**PROVIDED ENTRIES:**

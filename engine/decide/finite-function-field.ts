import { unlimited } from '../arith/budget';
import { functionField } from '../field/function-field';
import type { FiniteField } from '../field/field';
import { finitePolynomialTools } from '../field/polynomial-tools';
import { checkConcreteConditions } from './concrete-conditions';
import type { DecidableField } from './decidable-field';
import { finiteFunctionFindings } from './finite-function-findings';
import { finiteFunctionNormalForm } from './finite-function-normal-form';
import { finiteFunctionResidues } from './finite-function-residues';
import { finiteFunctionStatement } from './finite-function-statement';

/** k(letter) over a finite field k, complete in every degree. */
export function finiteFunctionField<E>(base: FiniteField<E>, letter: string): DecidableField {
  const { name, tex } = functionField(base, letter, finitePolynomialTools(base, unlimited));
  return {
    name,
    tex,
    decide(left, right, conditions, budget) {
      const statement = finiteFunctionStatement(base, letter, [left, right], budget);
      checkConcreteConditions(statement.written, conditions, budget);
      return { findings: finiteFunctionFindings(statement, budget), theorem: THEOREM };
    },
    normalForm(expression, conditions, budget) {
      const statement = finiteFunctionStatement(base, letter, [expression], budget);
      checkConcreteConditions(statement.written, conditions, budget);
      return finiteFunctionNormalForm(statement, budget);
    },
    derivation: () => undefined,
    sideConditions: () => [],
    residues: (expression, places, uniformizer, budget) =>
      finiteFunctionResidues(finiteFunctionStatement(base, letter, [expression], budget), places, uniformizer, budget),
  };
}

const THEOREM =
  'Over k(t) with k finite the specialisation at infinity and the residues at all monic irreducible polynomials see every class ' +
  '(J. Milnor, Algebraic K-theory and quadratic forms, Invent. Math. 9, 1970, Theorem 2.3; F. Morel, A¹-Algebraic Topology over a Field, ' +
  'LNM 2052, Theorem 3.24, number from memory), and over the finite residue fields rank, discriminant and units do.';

...

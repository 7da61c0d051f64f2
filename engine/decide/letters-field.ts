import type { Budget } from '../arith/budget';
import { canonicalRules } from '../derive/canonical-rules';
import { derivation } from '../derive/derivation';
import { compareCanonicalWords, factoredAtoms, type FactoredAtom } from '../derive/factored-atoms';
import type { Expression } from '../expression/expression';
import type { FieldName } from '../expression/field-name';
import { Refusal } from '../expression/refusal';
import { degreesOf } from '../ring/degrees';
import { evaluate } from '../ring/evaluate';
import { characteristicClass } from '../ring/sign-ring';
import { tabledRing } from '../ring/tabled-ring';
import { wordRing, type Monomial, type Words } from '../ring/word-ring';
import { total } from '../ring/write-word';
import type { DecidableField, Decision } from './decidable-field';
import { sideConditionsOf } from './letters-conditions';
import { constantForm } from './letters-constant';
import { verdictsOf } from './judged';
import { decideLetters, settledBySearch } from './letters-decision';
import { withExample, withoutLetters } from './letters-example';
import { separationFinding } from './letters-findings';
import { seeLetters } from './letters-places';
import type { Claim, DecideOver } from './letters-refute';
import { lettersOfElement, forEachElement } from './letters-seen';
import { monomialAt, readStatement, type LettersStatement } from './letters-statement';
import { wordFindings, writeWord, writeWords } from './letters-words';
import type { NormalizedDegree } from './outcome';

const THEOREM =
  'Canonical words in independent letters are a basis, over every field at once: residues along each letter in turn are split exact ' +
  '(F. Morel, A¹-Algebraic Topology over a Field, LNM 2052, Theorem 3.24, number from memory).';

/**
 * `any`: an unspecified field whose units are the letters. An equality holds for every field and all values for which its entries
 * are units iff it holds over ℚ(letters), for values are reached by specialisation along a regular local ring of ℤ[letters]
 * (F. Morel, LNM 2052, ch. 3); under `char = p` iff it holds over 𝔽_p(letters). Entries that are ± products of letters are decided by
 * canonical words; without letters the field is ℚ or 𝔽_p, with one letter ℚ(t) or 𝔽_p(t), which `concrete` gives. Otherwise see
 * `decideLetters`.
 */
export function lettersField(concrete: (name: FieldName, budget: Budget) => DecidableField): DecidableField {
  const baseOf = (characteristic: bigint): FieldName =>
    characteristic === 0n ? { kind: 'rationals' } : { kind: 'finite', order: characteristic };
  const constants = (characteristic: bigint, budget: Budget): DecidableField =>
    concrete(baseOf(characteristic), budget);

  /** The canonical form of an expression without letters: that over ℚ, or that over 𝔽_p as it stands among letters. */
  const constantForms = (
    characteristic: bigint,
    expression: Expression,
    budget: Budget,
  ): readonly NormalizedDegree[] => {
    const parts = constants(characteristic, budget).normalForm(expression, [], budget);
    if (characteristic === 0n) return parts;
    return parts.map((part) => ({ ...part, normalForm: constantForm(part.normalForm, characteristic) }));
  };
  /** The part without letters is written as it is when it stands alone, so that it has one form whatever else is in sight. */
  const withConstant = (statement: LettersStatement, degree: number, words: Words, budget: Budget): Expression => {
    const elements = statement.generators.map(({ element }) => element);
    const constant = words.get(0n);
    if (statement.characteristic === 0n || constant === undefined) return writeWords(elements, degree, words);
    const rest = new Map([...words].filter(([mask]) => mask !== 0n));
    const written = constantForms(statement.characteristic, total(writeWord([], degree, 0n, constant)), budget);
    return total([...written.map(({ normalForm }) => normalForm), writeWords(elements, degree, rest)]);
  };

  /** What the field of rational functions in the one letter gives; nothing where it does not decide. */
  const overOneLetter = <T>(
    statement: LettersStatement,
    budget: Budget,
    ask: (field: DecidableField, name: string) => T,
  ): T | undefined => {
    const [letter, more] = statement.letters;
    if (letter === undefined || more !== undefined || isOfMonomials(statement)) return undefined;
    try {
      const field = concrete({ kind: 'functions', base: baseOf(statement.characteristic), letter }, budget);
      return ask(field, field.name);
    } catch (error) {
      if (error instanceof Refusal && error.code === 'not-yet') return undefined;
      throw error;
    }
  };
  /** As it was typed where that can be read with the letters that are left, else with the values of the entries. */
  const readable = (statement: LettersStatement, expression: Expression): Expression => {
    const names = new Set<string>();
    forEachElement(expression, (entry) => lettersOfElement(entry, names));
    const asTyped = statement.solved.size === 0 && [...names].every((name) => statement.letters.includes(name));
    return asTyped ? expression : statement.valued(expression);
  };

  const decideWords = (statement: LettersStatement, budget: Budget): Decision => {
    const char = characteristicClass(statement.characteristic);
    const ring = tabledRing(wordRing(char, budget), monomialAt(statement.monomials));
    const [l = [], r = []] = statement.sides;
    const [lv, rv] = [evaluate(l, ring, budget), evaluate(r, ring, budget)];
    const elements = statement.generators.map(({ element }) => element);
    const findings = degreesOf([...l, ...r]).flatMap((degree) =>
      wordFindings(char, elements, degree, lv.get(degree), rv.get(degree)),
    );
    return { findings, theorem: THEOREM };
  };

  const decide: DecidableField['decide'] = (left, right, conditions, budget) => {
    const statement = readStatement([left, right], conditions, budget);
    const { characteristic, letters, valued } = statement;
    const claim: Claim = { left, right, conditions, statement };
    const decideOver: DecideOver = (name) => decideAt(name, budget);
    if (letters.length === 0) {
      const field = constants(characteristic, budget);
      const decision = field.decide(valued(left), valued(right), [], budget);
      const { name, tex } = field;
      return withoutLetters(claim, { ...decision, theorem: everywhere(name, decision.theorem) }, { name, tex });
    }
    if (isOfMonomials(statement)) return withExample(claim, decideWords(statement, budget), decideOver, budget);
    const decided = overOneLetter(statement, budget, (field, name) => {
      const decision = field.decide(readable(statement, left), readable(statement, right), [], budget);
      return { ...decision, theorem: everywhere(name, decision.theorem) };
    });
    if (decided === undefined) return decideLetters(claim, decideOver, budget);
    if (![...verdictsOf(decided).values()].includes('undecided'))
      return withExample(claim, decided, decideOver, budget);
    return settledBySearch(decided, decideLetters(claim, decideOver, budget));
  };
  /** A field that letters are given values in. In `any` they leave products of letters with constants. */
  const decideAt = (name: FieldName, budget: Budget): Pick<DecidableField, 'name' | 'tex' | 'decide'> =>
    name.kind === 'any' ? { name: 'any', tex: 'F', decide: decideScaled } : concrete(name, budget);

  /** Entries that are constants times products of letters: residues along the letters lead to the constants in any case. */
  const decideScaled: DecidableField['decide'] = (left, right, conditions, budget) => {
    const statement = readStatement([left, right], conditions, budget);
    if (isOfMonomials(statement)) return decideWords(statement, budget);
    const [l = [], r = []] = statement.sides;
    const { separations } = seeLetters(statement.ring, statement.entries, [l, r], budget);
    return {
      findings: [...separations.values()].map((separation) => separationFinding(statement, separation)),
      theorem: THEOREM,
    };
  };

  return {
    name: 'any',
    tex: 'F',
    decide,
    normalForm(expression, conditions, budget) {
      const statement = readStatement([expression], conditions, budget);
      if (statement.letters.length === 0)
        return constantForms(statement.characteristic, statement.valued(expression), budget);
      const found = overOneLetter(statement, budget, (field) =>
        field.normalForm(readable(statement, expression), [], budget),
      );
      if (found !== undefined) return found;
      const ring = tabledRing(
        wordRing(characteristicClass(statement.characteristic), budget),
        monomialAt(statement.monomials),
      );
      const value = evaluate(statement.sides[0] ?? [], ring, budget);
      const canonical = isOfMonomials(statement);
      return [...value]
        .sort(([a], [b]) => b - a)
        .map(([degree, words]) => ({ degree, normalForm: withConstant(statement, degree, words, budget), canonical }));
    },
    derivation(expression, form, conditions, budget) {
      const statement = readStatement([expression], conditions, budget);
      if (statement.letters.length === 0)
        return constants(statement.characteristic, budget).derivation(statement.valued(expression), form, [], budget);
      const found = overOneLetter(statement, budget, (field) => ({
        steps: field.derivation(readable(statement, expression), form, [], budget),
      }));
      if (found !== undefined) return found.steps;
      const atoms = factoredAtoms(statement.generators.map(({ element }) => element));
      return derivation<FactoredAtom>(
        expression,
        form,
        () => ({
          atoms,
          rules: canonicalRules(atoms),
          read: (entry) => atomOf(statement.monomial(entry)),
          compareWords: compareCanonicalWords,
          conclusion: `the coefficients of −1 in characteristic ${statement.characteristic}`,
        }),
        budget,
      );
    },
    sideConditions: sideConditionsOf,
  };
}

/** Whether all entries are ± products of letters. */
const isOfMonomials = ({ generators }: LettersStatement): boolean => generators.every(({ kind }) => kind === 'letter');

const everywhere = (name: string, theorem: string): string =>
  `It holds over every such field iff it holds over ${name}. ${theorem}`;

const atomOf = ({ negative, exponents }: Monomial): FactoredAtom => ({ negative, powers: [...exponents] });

---

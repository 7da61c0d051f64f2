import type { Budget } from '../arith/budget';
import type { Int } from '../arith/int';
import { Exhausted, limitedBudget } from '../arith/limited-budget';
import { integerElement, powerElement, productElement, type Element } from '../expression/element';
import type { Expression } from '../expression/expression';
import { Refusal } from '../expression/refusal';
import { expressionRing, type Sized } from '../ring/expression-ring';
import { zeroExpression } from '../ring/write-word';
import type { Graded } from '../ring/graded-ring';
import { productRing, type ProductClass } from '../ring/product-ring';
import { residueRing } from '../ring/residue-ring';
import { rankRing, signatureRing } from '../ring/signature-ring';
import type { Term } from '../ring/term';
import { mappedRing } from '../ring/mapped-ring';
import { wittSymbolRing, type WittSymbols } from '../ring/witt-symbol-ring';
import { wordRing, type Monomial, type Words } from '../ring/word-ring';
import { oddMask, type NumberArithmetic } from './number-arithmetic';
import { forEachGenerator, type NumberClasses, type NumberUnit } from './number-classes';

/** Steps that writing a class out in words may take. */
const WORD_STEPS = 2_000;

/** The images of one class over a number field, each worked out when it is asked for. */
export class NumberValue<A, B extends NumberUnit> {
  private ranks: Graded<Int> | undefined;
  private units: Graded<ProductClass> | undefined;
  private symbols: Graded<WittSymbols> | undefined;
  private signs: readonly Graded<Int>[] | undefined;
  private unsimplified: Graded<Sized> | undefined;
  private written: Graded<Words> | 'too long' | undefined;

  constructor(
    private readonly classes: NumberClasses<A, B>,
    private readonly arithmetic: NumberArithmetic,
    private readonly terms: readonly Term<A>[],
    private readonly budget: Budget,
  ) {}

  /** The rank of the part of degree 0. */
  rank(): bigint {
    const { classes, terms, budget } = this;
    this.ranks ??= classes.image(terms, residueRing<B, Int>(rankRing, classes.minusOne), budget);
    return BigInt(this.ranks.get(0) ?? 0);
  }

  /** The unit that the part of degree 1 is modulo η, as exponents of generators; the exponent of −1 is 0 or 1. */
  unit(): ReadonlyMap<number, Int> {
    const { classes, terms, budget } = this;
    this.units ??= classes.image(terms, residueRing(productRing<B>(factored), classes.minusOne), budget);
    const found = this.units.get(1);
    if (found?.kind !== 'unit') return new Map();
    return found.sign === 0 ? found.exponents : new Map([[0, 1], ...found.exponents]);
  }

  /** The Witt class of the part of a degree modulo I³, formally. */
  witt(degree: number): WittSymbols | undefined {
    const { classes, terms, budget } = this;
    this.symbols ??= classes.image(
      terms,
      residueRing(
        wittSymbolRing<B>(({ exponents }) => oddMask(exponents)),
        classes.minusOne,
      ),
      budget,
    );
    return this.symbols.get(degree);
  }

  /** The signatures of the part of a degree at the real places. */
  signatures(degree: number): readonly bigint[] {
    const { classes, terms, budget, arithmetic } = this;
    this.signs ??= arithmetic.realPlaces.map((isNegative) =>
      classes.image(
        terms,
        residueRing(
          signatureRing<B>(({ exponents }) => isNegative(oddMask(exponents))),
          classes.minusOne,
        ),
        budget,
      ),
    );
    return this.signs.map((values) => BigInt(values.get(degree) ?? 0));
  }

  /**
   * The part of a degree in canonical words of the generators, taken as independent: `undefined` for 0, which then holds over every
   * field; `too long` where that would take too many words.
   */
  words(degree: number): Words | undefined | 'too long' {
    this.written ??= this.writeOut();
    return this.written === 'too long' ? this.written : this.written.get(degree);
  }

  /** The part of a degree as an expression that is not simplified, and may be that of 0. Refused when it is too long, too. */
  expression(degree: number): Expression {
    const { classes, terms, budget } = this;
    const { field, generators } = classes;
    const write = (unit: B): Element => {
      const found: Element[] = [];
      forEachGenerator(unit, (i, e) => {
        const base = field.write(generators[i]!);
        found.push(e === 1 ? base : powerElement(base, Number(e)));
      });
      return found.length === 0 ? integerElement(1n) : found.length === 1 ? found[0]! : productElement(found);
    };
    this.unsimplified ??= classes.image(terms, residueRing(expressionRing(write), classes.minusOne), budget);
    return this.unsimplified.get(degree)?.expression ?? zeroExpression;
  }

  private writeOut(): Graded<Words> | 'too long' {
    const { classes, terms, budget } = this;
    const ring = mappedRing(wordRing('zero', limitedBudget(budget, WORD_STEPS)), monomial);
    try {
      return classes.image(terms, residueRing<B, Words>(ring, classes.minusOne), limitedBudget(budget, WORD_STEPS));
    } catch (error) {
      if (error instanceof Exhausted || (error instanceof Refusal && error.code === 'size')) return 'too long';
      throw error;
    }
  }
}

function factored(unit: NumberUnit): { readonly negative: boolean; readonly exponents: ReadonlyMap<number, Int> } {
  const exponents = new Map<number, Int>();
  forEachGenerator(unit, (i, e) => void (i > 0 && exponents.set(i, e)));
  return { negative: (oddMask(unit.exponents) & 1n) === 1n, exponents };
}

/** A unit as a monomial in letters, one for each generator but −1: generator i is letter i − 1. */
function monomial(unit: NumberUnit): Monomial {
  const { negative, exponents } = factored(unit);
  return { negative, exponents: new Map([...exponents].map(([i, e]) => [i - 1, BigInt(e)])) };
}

**BRIEF:**
Return only the number of lines in the listing that contain the string "characteristicClass".

**REPLY:**
3